Environmental heterogeneity and dispersal limitation are important drivers of beta diversity; however, their relative influence on the two fundamental components of beta diversity (i.e., species replacement and richness difference) has not been fully examined in montane streams. Here, we examined the relative importance of local environmental gradients and three physical distance matrices (i.e., overland, watercourse and cost distances) on beta diversity and its two components for a macroinvertebrate metacommunity in a stream network. To provide additional insights into community assembly, we also analysed variation in two deconstructed sub-communities based on dispersal ability (i.e., weak and strong dispersers). Both environmental filters and physical distances (dispersal limitation) drove patterns of overall beta diversity, with the former generally prevailing over the latter. Species replacement components showed stronger correlations with environmental gradients than physical distances, while the opposite is true for the richness difference components. Overland distances were generally more important than cost and watercourse distances for community dissimilarity of stream macroinvertebrates, implying that lateral dispersal out of stream corridors through flight was the major dispersal route in the studied steam network. As expected, community dissimilarity of strong dispersers was primarily shaped by environmental filtering, while community dissimilarity of weak dispersers was associated with the joint effects of environmental filtering and dispersal limitation. Our findings demonstrate that partitioning overall dissimilarity into species replacement and richness difference provides more insights into the processes driving spatial variability in biological communities compared with the utilization of total beta diversity alone. Our results support the notion that maintaining environmental heterogeneity and natural connectivity of stream networks should be effective measures to conserve regional biodiversity.
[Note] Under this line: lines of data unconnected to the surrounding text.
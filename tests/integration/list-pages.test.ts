// The device and site lists over HTTP: sorting, searching and filtering live in the URL, so a
// view can be shared as a link and works without JavaScript. One fresh organisation.

import { beforeAll, describe, expect, test } from "vitest";
import { signUpNewOrganisation, type TestClient } from "../support/client";
import { plain, UUID } from "../support/html";

let client: TestClient;
let slug: string;
const siteIds = new Map<string, string>();

beforeAll(async () => {
  ({ client, slug } = await signUpNewOrganisation("lists"));
  for (const [name, customer, location] of [
    ["Quay south", "Harbour Trust", "Pier 9"],
    ["Annex", "Zephyr Works", "Mill Lane"],
    ["Quay north", "Harbour Trust", "Pier 1"],
  ]) {
    expect((await client.post(`/o/${slug}/sites`, { intent: "create", name, customer, location })).status).toBe(302);
  }
  const page = plain((await client.get(`/o/${slug}/sites`)).text);
  for (const [link] of page.matchAll(/<a [^>]*aria-label="Edit [^"]+"[^>]*>/g)) {
    const [, name] = /aria-label="Edit ([^"]+)"/.exec(link) ?? [];
    const [, id] = new RegExp(`\\?edit=(${UUID})`).exec(link) ?? [];
    siteIds.set(name, id);
  }
  for (const [name, site] of [
    ["d-gw", "Quay north"],
    ["a-gw", "Quay south"],
    ["b-gw", "Quay north"],
  ]) {
    expect((await client.post(`/o/${slug}/devices/new`, { name, siteId: siteIds.get(site) ?? "", timezone: "UTC" })).status).toBe(302);
  }
});

async function siteNames(query: string): Promise<string[]> {
  const page = await client.get(`/o/${slug}/sites?${query}`);
  expect(page.status).toBe(200);
  return [...plain(page.text).matchAll(/aria-label="Edit ([^"]+)"/g)].map((match) => match[1]);
}

async function deviceNames(query: string): Promise<string[]> {
  const page = await client.get(`/o/${slug}/devices?${query}`);
  expect(page.status).toBe(200);
  return [...plain(page.text).matchAll(new RegExp(`href="/o/${slug}/devices/${UUID}"[^>]*>([^<]+)<`, "g"))].map((match) => match[1]);
}

describe("The site list", () => {
  test("Sites sort by a column from the URL; ties fall back to the name in the same direction", async () => {
    expect(await siteNames("")).toEqual(["Annex", "Quay north", "Quay south"]);
    expect(await siteNames("sort=customer&dir=asc")).toEqual(["Quay north", "Quay south", "Annex"]);
    expect(await siteNames("sort=customer&dir=desc")).toEqual(["Annex", "Quay south", "Quay north"]);
    expect(await siteNames("sort=devices&dir=desc")).toEqual(["Quay north", "Quay south", "Annex"]);
    expect(await siteNames("sort=colour")).toEqual(["Annex", "Quay north", "Quay south"]);
  });

  test("A search matches the name, customer or location, ignoring case", async () => {
    expect(await siteNames("q=PIER")).toEqual(["Quay north", "Quay south"]);
    expect(await siteNames("q=mill")).toEqual(["Annex"]);
    expect(await siteNames("q=zephyr")).toEqual(["Annex"]);
  });
});

describe("The device list", () => {
  test("Devices sort by a column from the URL; ties fall back to the name in the same direction", async () => {
    expect(await deviceNames("")).toEqual(["a-gw", "b-gw", "d-gw"]);
    expect(await deviceNames("dir=desc")).toEqual(["d-gw", "b-gw", "a-gw"]);
    expect(await deviceNames("sort=site&dir=asc")).toEqual(["b-gw", "d-gw", "a-gw"]);
    expect(await deviceNames("sort=site&dir=desc")).toEqual(["a-gw", "d-gw", "b-gw"]);
  });

  test("A search matches the device or site name; the site filter and the search combine", async () => {
    expect(await deviceNames("q=SOUTH")).toEqual(["a-gw"]);
    expect(await deviceNames("q=d-gw")).toEqual(["d-gw"]);
    expect(await deviceNames(`site=${siteIds.get("Quay north")}`)).toEqual(["b-gw", "d-gw"]);
    expect(await deviceNames(`site=${siteIds.get("Quay north")}&q=b-`)).toEqual(["b-gw"]);
    const page = plain((await client.get(`/o/${slug}/devices?q=gw&site=${siteIds.get("Quay south")}`)).text);
    expect(page).toContain("1 of 3 devices");
  });
});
环境的异质性和扩散限制是β多样性的重要驱动力；但是，它们对β多样性的两个基本组成部分（即物种替代和丰富度差异）的相对影响尚未在山区河流中得到充分检验。在这里，我们研究了局部环境梯度和三个物理距离矩阵（即陆上，水道和成本距离）对贝塔多样性及其两个组成部分对河网中大型无脊椎动物亚群落的相对重要性。为了提供有关社区组装的更多见解，我们还基于分散能力（即弱分散者和强分散者）分析了两个解构子社区的变异。环境过滤器和物理距离（分散限制）都推动了总体Beta多样性的变化，前者通常胜过后者。物种替代成分与环境梯度的相关性要比物理距离强，而丰富度差异的成分则相反。陆上距离通常比成本和水道距离更重要，因为它们使河流大型无脊椎动物的群落不相似，这意味着通过飞行从河道走廊横向扩散是研究蒸汽网络的主要扩散途径。不出所料，强分散剂的社区差异主要由环境过滤决定，而弱分散剂的社区差异与环境过滤和分散限制的共同作用有关。我们的研究结果表明，与仅利用总β多样性相比，将总体不相似性划分为物种替代和丰富度差异可提供更多驱动生物群落空间变异性过程的见解。我们的结果支持这样一种观点，即保持环境异质性和河流网络的自然连通性应该是保护区域生物多样性的有效措施。